>>>

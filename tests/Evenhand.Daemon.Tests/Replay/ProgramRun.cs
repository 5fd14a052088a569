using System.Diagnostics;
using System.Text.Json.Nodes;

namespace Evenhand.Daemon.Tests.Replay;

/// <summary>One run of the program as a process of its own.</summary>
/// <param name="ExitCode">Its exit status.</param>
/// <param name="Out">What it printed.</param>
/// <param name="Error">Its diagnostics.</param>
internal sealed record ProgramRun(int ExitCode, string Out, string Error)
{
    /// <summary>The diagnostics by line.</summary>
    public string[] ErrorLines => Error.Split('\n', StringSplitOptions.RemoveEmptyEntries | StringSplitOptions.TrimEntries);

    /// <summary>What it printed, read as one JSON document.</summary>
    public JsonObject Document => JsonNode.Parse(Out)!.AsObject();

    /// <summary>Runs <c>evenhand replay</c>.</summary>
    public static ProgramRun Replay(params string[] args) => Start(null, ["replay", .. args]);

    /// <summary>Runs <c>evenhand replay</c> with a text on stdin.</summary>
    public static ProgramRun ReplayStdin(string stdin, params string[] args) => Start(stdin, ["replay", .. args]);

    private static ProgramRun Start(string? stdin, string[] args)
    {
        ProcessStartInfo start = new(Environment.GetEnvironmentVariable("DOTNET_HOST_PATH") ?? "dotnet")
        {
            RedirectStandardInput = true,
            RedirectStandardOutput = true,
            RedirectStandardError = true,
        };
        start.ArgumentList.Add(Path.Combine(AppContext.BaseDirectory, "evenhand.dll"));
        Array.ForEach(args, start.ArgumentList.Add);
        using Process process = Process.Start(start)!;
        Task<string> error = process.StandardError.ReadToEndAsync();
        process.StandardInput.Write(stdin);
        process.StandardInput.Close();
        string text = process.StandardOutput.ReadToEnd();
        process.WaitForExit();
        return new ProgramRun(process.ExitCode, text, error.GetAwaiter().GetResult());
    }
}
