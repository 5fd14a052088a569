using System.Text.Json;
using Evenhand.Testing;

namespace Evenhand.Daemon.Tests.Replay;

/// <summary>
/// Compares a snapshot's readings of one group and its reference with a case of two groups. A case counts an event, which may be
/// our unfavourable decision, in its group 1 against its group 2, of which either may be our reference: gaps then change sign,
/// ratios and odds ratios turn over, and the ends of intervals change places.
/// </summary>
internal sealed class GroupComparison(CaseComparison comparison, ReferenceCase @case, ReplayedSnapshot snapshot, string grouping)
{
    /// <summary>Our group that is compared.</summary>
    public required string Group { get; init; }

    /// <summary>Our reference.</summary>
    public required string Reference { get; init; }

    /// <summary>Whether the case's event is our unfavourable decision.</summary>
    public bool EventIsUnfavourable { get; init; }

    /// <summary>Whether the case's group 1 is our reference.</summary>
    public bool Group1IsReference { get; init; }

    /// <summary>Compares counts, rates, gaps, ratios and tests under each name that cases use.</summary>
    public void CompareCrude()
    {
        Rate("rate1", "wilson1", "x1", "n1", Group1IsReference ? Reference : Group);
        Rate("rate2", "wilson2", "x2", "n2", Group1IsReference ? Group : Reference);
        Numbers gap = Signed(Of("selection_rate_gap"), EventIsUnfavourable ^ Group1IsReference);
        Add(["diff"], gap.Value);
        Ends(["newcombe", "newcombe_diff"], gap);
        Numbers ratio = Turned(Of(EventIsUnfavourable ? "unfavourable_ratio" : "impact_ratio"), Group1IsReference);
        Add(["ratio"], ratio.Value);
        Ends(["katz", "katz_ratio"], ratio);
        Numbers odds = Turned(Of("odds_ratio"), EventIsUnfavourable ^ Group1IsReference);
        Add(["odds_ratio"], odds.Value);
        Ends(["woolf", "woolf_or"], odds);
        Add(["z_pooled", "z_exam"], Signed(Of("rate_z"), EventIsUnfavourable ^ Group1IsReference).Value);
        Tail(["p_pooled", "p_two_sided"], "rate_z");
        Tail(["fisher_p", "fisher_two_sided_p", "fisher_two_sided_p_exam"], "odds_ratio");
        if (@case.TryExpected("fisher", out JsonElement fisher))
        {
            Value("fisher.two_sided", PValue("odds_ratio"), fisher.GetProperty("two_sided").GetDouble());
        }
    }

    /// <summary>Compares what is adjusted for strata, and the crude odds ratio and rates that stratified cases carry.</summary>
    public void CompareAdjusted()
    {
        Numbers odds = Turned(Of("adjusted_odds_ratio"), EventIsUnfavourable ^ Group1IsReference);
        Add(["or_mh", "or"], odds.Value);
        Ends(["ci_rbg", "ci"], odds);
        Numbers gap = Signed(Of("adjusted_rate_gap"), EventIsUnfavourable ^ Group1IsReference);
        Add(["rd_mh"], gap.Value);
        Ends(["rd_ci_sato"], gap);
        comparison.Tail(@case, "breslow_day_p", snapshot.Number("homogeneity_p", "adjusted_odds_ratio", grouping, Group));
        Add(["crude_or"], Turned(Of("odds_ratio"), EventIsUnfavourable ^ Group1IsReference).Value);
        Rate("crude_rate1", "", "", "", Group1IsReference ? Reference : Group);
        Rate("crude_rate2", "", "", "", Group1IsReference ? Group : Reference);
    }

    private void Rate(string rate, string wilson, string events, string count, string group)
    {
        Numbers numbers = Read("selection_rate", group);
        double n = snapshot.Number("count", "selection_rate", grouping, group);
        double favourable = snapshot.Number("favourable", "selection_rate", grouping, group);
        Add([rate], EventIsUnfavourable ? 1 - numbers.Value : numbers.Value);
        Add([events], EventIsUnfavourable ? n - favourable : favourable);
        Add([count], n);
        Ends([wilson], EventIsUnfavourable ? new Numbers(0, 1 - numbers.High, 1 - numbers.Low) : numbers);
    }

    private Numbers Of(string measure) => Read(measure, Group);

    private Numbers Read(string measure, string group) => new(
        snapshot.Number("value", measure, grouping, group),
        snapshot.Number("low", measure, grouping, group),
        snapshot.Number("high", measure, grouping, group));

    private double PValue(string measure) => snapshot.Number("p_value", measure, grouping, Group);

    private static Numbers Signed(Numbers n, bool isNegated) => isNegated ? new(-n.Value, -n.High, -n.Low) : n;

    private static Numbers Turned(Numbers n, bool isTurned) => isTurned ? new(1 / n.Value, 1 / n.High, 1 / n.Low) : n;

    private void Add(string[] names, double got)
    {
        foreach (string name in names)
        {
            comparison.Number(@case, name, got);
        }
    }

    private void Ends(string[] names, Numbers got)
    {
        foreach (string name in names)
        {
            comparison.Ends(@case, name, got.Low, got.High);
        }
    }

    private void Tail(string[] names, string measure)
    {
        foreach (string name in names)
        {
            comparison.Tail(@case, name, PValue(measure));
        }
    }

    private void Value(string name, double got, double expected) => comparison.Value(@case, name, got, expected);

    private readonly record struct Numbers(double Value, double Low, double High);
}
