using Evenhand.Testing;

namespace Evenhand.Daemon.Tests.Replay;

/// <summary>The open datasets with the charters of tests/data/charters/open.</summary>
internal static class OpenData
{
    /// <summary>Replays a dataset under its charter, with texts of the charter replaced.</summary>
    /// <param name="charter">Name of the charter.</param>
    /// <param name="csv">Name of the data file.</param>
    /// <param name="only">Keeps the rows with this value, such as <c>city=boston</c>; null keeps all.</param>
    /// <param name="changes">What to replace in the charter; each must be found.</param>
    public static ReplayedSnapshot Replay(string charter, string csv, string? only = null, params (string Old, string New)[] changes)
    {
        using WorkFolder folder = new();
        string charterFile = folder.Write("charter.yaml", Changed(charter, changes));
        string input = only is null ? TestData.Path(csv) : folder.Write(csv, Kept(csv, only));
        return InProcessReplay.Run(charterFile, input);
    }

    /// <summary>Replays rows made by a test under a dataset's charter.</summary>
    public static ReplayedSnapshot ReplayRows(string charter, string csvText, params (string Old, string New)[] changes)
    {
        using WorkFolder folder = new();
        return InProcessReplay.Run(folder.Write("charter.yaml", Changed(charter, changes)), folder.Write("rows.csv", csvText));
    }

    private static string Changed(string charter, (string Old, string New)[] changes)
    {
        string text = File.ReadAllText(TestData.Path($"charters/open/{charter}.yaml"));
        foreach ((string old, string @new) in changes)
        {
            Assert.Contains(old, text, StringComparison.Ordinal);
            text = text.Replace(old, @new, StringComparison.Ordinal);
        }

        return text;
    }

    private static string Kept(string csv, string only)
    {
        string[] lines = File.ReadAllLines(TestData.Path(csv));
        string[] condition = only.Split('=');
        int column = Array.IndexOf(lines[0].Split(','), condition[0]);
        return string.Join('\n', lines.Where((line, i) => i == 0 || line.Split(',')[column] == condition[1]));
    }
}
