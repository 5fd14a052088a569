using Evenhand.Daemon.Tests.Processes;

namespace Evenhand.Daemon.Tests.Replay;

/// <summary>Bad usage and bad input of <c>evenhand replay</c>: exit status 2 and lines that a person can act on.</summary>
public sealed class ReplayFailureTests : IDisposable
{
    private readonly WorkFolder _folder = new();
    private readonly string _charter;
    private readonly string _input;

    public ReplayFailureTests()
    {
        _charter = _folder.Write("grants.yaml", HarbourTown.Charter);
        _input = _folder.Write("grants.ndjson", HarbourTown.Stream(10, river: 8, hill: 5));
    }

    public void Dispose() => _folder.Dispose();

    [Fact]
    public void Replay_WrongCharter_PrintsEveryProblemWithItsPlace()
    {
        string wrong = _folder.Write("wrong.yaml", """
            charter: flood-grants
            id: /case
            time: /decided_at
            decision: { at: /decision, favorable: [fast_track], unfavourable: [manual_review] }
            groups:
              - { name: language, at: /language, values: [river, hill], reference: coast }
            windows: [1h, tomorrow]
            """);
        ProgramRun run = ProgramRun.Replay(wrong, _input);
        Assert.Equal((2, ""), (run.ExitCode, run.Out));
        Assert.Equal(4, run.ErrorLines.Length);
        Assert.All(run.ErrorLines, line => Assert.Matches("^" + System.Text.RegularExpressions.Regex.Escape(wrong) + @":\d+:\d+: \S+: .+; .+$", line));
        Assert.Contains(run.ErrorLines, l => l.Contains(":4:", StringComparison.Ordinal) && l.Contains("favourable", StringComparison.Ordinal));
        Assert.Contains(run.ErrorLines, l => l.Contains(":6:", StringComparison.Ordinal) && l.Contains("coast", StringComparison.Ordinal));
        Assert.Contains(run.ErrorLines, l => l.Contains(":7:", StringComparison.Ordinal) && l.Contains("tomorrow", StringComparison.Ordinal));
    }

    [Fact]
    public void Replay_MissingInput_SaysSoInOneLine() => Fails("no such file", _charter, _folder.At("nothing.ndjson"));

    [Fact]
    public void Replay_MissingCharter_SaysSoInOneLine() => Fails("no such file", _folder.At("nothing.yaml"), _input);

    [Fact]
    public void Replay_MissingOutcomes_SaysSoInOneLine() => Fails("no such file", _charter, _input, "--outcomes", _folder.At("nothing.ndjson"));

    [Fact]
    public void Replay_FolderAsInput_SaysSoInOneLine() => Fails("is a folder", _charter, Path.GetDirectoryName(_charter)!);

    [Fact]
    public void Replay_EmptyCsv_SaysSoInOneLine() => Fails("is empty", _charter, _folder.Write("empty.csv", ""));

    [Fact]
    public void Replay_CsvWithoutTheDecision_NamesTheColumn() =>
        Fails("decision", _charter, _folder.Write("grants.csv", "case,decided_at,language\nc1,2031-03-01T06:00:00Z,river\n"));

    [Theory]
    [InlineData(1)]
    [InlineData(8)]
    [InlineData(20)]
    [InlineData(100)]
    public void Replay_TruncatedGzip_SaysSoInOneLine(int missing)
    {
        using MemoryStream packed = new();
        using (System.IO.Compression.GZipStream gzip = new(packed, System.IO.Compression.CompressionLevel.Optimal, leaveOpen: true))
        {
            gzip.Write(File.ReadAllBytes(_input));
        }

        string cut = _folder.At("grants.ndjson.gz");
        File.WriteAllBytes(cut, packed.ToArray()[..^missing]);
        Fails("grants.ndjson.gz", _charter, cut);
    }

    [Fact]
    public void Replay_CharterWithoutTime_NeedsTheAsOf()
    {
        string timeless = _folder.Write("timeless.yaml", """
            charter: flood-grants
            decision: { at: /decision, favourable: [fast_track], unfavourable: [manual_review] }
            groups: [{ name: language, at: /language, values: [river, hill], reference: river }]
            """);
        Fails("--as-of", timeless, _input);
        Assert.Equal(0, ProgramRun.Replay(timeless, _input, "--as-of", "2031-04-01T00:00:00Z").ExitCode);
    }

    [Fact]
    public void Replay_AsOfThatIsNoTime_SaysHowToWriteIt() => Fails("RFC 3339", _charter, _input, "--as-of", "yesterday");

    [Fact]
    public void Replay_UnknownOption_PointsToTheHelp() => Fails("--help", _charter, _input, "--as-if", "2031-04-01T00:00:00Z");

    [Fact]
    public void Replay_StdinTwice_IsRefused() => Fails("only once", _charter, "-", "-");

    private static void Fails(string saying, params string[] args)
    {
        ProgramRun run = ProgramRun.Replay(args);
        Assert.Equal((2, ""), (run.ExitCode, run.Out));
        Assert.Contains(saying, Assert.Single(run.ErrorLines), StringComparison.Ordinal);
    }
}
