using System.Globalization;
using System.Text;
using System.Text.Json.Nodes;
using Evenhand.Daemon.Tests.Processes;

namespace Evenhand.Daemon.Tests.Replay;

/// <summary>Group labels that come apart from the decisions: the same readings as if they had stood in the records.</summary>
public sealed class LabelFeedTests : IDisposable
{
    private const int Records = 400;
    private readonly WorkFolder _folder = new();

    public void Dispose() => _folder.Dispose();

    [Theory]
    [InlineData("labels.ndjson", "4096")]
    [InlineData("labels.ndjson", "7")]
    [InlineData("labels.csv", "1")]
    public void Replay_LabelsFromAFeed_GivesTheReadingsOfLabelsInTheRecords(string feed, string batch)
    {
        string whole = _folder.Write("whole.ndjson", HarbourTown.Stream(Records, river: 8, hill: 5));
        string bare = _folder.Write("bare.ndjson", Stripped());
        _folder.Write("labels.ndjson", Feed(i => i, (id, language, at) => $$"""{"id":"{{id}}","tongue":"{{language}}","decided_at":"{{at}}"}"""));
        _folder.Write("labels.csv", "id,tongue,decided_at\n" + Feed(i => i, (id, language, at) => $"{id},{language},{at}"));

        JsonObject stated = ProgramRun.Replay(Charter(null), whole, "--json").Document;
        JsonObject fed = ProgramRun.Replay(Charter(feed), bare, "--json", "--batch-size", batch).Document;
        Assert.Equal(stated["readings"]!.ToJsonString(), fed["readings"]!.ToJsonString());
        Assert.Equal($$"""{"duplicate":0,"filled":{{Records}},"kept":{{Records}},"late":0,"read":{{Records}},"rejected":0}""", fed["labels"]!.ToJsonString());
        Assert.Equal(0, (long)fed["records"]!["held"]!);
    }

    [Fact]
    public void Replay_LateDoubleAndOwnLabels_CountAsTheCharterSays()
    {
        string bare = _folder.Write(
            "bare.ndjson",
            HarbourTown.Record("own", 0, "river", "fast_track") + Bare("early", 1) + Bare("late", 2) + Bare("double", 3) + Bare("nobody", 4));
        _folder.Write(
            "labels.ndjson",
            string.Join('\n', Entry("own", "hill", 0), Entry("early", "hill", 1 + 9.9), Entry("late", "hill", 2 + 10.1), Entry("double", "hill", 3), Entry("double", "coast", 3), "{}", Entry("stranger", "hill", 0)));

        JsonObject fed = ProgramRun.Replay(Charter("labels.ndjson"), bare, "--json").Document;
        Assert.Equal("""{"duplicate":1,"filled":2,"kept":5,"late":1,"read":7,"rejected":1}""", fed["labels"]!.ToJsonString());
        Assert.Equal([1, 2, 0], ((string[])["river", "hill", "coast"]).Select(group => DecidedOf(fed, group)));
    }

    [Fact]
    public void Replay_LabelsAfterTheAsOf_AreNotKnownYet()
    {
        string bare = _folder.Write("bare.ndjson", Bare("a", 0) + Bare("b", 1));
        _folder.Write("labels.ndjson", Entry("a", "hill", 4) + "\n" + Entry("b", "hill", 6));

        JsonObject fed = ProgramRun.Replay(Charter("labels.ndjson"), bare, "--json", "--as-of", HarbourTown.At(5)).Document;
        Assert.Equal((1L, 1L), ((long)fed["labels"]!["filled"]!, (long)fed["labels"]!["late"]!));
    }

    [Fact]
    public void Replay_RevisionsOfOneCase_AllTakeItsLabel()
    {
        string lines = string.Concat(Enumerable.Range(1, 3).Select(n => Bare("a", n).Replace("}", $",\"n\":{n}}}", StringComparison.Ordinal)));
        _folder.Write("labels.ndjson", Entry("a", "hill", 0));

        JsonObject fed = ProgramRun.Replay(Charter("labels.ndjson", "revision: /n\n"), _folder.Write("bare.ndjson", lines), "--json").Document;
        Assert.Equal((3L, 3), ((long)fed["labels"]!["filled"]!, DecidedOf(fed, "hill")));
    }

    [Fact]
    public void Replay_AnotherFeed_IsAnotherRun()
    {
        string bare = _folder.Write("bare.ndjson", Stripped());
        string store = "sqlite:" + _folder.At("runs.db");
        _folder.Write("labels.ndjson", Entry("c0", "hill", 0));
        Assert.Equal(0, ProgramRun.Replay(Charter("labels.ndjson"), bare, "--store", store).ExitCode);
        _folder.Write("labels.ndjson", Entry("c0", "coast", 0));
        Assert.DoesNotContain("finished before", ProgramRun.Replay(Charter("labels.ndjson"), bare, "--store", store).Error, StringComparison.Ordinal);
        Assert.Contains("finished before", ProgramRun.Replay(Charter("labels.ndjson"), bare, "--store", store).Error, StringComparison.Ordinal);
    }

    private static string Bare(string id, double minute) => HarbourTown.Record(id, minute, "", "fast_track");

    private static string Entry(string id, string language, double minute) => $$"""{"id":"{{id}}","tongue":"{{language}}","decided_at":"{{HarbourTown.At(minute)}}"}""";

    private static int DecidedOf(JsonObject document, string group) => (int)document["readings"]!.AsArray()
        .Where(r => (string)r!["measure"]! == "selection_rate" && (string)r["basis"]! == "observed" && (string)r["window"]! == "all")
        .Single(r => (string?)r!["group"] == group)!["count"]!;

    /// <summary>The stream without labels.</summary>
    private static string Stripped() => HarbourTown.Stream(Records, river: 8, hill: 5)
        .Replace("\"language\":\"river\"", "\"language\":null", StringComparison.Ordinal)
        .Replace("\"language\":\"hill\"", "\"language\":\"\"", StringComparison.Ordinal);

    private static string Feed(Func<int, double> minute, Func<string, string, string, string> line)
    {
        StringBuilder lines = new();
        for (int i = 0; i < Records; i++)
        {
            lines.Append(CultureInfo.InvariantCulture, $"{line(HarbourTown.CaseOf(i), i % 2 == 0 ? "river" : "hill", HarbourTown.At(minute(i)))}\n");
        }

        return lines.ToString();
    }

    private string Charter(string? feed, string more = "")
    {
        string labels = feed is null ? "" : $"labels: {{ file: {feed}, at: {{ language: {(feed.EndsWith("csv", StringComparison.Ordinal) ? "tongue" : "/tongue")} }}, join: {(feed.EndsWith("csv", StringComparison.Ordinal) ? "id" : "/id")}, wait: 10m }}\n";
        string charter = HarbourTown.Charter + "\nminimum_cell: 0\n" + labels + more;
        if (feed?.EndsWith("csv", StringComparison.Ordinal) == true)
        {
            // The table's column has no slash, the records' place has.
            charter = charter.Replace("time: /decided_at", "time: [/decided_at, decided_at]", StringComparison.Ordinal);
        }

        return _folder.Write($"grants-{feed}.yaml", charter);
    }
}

<<<

All that is wanted is an exact copy of the lines above from the one with "the charter replaced.</summary>" through the one with "the data file.</param>", with both ends included.

    /// <summary>Replays a dataset under its charter, with texts of the charter replaced.</summary>
    /// <param name="charter">Name of the charter.</param>
    /// <param name="csv">Name of the data file.</param>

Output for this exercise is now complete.